» What you will do: Looking through the listing below, state how many lines have the word "random" in them. Only the number should be given.
** Supplied records follows **
package scan

import (
	"math"
	"slices"
	"sync"

	"gapflux/internal/order"
)

// Coverage rules (our own choices, stated in the report's documentation).
const (
	// CoverageSpacings is the reach of a measured point for coverage, in
	// point spacings: a place of the base counts as measured when a point
	// lies within this many spacings of it.
	CoverageSpacings = 1.5
	// RimSectors is the number of equal angular sectors the rim is split
	// into for its completeness.
	RimSectors = 72
	// rimBandSpacings and rimBandMinM set the width of the band inside the
	// rim where a sector looks for points: max(3 spacings, 2 mm).
	rimBandSpacings = 3.0
	rimBandMinM     = 2e-3
	// rimSectorFill is the share of a sector's expected point count (band
	// area / spacing²) it needs to count as measured.
	rimSectorFill = 0.25
	// spacingSampleMax bounds the points whose nearest neighbour is
	// searched for the median spacing (a stride subsample beyond it).
	spacingSampleMax = 20000
	// MinAutoCellM and MaxAutoCellM bound the automatic cell size, m.
	MinAutoCellM = 0.5e-3
	MaxAutoCellM = 2e-3
	// autoCellStepM is the step the automatic cell size is rounded up to.
	autoCellStepM = 0.05e-3
)

// AutoCellM returns the grid cell edge for a scan of median point spacing
// spacingM, m: the spacing rounded up to 0.05 mm, no smaller than 0.5 mm
// (finer cells hold no more information than the scanner's noise allows at
// the 8 mm form cut-off) and no larger than 2 mm (the default 8 mm cut-off
// must span four cells). A spacing of 0 (unknown) gives 0.5 mm.
func AutoCellM(spacingM float64) float64 {
	c := math.Ceil(spacingM/autoCellStepM-1e-9) * autoCellStepM
	return min(max(c, MinAutoCellM), MaxAutoCellM)
}

// pointIndex is a square-bucket index of points in x-y.
type pointIndex struct {
	h      float64
	x0, y0 float64
	nx, ny int
	start  []int32
	ids    []int32
}

// newPointIndex indexes the points (x[i], y[i]) in buckets of edge h.
func newPointIndex(x, y []float64, h float64) *pointIndex {
	p := &pointIndex{h: h}
	xmin, xmax, ymin, ymax := math.Inf(1), math.Inf(-1), math.Inf(1), math.Inf(-1)
	for i := range x {
		xmin, xmax = min(xmin, x[i]), max(xmax, x[i])
		ymin, ymax = min(ymin, y[i]), max(ymax, y[i])
	}
	if len(x) == 0 {
		xmin, xmax, ymin, ymax = 0, 0, 0, 0
	}
	p.x0, p.y0 = xmin, ymin
	p.nx = int((xmax-xmin)/h) + 1
	p.ny = int((ymax-ymin)/h) + 1
	nb := p.nx * p.ny
	p.start = make([]int32, nb+1)
	key := make([]int32, len(x))
	for i := range x {
		key[i] = int32(p.bucket(x[i], y[i]))
		p.start[key[i]+1]++
	}
	for b := range nb {
		p.start[b+1] += p.start[b]
	}
	fill := append([]int32(nil), p.start[:nb]...)
	p.ids = make([]int32, len(x))
	for i, b := range key {
		p.ids[fill[b]] = int32(i)
		fill[b]++
	}
	return p
}

func (p *pointIndex) bucket(x, y float64) int {
	i := min(max(int((x-p.x0)/p.h), 0), p.nx-1)
	j := min(max(int((y-p.y0)/p.h), 0), p.ny-1)
	return j*p.nx + i
}

// ring calls f with every point of the buckets at Chebyshev distance
// exactly d from bucket (bi, bj); f returns false to stop.
func (p *pointIndex) ring(bi, bj, d int, f func(id int32) bool) bool {
	for j := bj - d; j <= bj+d; j++ {
		if j < 0 || j >= p.ny {
			continue
		}
		step := 1
		if j != bj-d && j != bj+d {
			step = 2 * d
		}
		for i := bi - d; i <= bi+d; i += max(step, 1) {
			if i < 0 || i >= p.nx {
				continue
			}
			b := j*p.nx + i
			for _, id := range p.ids[p.start[b]:p.start[b+1]] {
				if !f(id) {
					return false
				}
			}
		}
	}
	return true
}

// nearest returns the distance from (x, y) to the nearest indexed point
// other than self that is more than minD away, searching no further than
// maxD (returns +Inf beyond).
func (p *pointIndex) nearest(xs, ys []float64, x, y float64, self int32, minD, maxD float64) float64 {
	bi := min(max(int((x-p.x0)/p.h), 0), p.nx-1)
	bj := min(max(int((y-p.y0)/p.h), 0), p.ny-1)
	best, best2 := math.Inf(1), math.Inf(1)
	minD2 := minD * minD
	if minD < 0 {
		minD2 = -1
	}
	maxRing := int(math.Ceil(maxD/p.h)) + 1
	for d := 0; d <= maxRing && d <= max(p.nx, p.ny); d++ {
		// Points in ring d are at least (d−1)·h away.
		if float64(d-1)*p.h > best {
			break
		}
		p.ring(bi, bj, d, func(id int32) bool {
			if id == self {
				return true
			}
			dx, dy := xs[id]-x, ys[id]-y
			dd := dx*dx + dy*dy
			if dd > minD2 && dd < best2 {
				best2 = dd
				best = math.Sqrt(dd)
			}
			return true
		})
	}
	if best > maxD {
		return math.Inf(1)
	}
	return best
}

// anyWithin reports whether an indexed point lies within reach of (x, y).
func (p *pointIndex) anyWithin(xs, ys []float64, x, y, reach float64) bool {
	bi := min(max(int((x-p.x0)/p.h), 0), p.nx-1)
	bj := min(max(int((y-p.y0)/p.h), 0), p.ny-1)
	r2 := reach * reach
	found := false
	for d := 0; d <= int(math.Ceil(reach/p.h))+1 && !found; d++ {
		p.ring(bi, bj, d, func(id int32) bool {
			dx, dy := xs[id]-x, ys[id]-y
			found = dx*dx+dy*dy <= r2
			return !found
		})
	}
	return found
}

// Spacing is the distribution of nearest-neighbour distances of a scan's
// points in x-y.
type Spacing struct {
	// MedianM is the median nearest-neighbour distance, m: the point
	// spacing reported.
	MedianM float64
	// P90M is its 90th percentile, m: the spacing coverage is measured
	// with, so that an irregular (random) cloud without holes is not
	// called incomplete (for a random cloud P90 ≈ 1.8 × the median; on a
	// lattice they are equal).
	P90M float64
}

// PointSpacing returns the nearest-neighbour distances in x-y of the
// points (x[i], y[i]) that lie in a disc of area areaM2, m; coincident
// points (closer than 1 nm, e.g. the shared vertices of a triangle soup)
// count as one. It is zero for fewer than two points. At most 20 000
// points (an even stride) are searched.
func PointSpacing(x, y []float64, areaM2 float64) Spacing {
	n := len(x)
	if n < 2 {
		return Spacing{}
	}
	h := math.Sqrt(areaM2 / float64(n))
	if !(h > 0) || math.IsInf(h, 0) {
		return Spacing{}
	}
	idx := newPointIndex(x, y, h)
	step := max(1, n/spacingSampleMax)
	// The searches are shared between the processors, each into its own
	// slot; the finite distances are then taken in sample order.
	all := make([]float64, (n+step-1)/step)
	parallelRows(len(all), func(s0, s1 int) {
		for s := s0; s < s1; s++ {
			i := s * step
			all[s] = idx.nearest(x, y, x[i], y[i], int32(i), 1e-9, math.Sqrt(areaM2))
		}
	})
	d := all[:0]
	for _, v := range all {
		if !math.IsInf(v, 1) {
			d = append(d, v)
		}
	}
	if len(d) == 0 {
		return Spacing{}
	}
	med := medianInPlace(d)
	return Spacing{MedianM: med, P90M: order.Select(d, min(len(d)-1, len(d)*9/10))}
}

// Coverage describes how much of the base disc the scan measured.
type Coverage struct {
	// CoveragePct is 100 × the share of the base disc within
	// CoverageSpacings point spacings (Spacing.P90M) of a measured point
	// (sampled at the grid's base cell centres).
	CoveragePct float64
	// LargestHoleM is the diameter of the largest circle inside the base
	// disc that holds no measured point, m (from a Euclidean distance
	// transform of the grid's cells holding points; within about a cell).
	LargestHoleM float64
	// RimCompletenessPct is 100 × the share of the RimSectors equal
	// angular sectors whose band inside the rim (max(3 spacings, 2 mm)
	// wide) holds at least a quarter of the points its area should hold.
	RimCompletenessPct float64
	// RimSectorsMissing lists the incomplete sectors; sector k spans the
	// angles [k, k+1)·360°/RimSectors counter-clockwise from +x.
	RimSectorsMissing []int
}

// measureCoverage computes the Coverage of the base disc of radius r by the
// measured points (x[i], y[i]) of spacing sp, on the cells of s (base
// cells are those not Outside).
func measureCoverage(s *Surface, x, y []float64, r float64, sp Spacing) Coverage {
	var cv Coverage
	if len(x) == 0 {
		cv.RimSectorsMissing = make([]int, RimSectors)
		for k := range cv.RimSectorsMissing {
			cv.RimSectorsMissing[k] = k
		}
		cv.LargestHoleM = 2 * r
		return cv
	}
	reach := CoverageSpacings * sp.P90M
	if !(reach > 0) {
		reach = s.CellM
	}
	idx := newPointIndex(x, y, max(reach, s.CellM))
	n := s.Nx * s.Ny
	seed := make([]bool, n)
	for i := range x {
		if q := gridIndex(s, x[i], y[i]); q >= 0 {
			seed[q] = true
		}
	}
	// Rows of cells are counted at once; integer counts add up the same
	// in any order.
	var mu sync.Mutex
	nBase, nCov := 0, 0
	parallelRows(s.Ny, func(j0, j1 int) {
		nb, nc := 0, 0
		for q := j0 * s.Nx; q < j1*s.Nx; q++ {
			if s.State[q] == Outside {
				continue
			}
			nb++
			if seed[q] && reach >= s.CellM*math.Sqrt2/2 {
				nc++
				continue
			}
			cx, cy := s.X(q%s.Nx), s.Y(q/s.Nx)
			if idx.anyWithin(x, y, cx, cy, reach) {
				nc++
			}
		}
		mu.Lock()
		nBase, nCov = nBase+nb, nCov+nc
		mu.Unlock()
	})
	if nBase > 0 {
		cv.CoveragePct = 100 * float64(nCov) / float64(nBase)
	}
	cv.LargestHoleM = largestHole(s, seed, r)
	cv.RimCompletenessPct, cv.RimSectorsMissing = rimCompleteness(x, y, r, sp.MedianM)
	return cv
}

// largestHole returns the diameter of the largest circle centred on a base
// cell of s, inside the disc of radius r, that reaches no seed cell, m.
func largestHole(s *Surface, seed []bool, r float64) float64 {
	d2 := distanceTransform(s.Nx, s.Ny, seed)
	best := 0.0
	for q, v := range d2 {
		if s.State[q] == Outside {
			continue
		}
		cx, cy := s.X(q%s.Nx), s.Y(q/s.Nx)
		rad := min(math.Sqrt(v)*s.CellM, r-math.Hypot(cx, cy))
		best = max(best, rad)
	}
	return 2 * best
}

// distanceTransform returns, for every cell of an nx×ny grid, the squared
// Euclidean distance in cells to the nearest seed cell (+Inf without
// seeds), by the separable lower-envelope algorithm of Felzenszwalb &
// Huttenlocher (2012), "Distance transforms of sampled functions", Theory
// of Computing 8, 415–428: linear in the number of cells.
func distanceTransform(nx, ny int, seed []bool) []float64 {
	inf := math.Inf(1)
	d := make([]float64, nx*ny)
	for q := range d {
		if !seed[q] {
			d[q] = inf
		}
	}
	buf := make([]float64, max(nx, ny))
	out := make([]float64, max(nx, ny))
	v := make([]int, max(nx, ny))
	z := make([]float64, max(nx, ny)+1)
	for j := range ny {
		row := d[j*nx : (j+1)*nx]
		copy(buf, row)
		dt1(buf[:nx], out[:nx], v, z)
		copy(row, out[:nx])
	}
	for i := range nx {
		for j := range ny {
			buf[j] = d[j*nx+i]
		}
		dt1(buf[:ny], out[:ny], v, z)
		for j := range ny {
			d[j*nx+i] = out[j]
		}
	}
	return d
}

// dt1 is the one-dimensional squared distance transform of f into out.
func dt1(f, out []float64, v []int, z []float64) {
	n := len(f)
	k := -1
	for q := range n {
		if math.IsInf(f[q], 1) {
			continue
		}
		fq := f[q] + float64(q*q)
		for k >= 0 {
			p := v[k]
			s := (fq - (f[p] + float64(p*p))) / float64(2*(q-p))
			if s <= z[k] {
				k--
				continue
			}
			k++
			v[k], z[k] = q, s
			break
		}
		if k < 0 {
			k = 0
			v[0], z[0] = q, math.Inf(-1)
		}
		z[k+1] = math.Inf(1)
	}
	if k < 0 {
		for q := range out {
			out[q] = math.Inf(1)
		}
		return
	}
	j := 0
	for q := range n {
		for z[j+1] < float64(q) {
			j++
		}
		dq := float64(q - v[j])
		out[q] = dq*dq + f[v[j]]
	}
}

// rimCompleteness returns the share of the RimSectors sectors whose band
// inside the rim holds enough points, and the missing sectors.
func rimCompleteness(x, y []float64, r, spacingM float64) (float64, []int) {
	band := max(rimBandSpacings*spacingM, rimBandMinM)
	band = min(band, r)
	count := make([]int, RimSectors)
	inner := r - band
	// A point clearly inside the band's inner circle (by far more than
	// rounding) needs no exact radius.
	clearIn := inner * inner * (1 - 1e-9)
	for i := range x {
		if x[i]*x[i]+y[i]*y[i] < clearIn {
			continue
		}
		rr := math.Hypot(x[i], y[i])
		if rr < inner || rr > r*(1+1e-9) {
			continue
		}
		a := math.Atan2(y[i], x[i])
		if a < 0 {
			a += 2 * math.Pi
		}
		k := min(int(a/(2*math.Pi)*RimSectors), RimSectors-1)
		count[k]++
	}
	need := 1.0
	if spacingM > 0 {
		area := math.Pi * (r*r - inner*inner) / RimSectors
		need = max(1, rimSectorFill*area/(spacingM*spacingM))
	}
	var missing []int
	for k, c := range count {
		if float64(c) < need {
			missing = append(missing, k)
		}
	}
	pct := 100 * float64(RimSectors-len(missing)) / RimSectors
	return pct, slices.Clip(missing)
}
** End of Supplied records **
» Task result: 2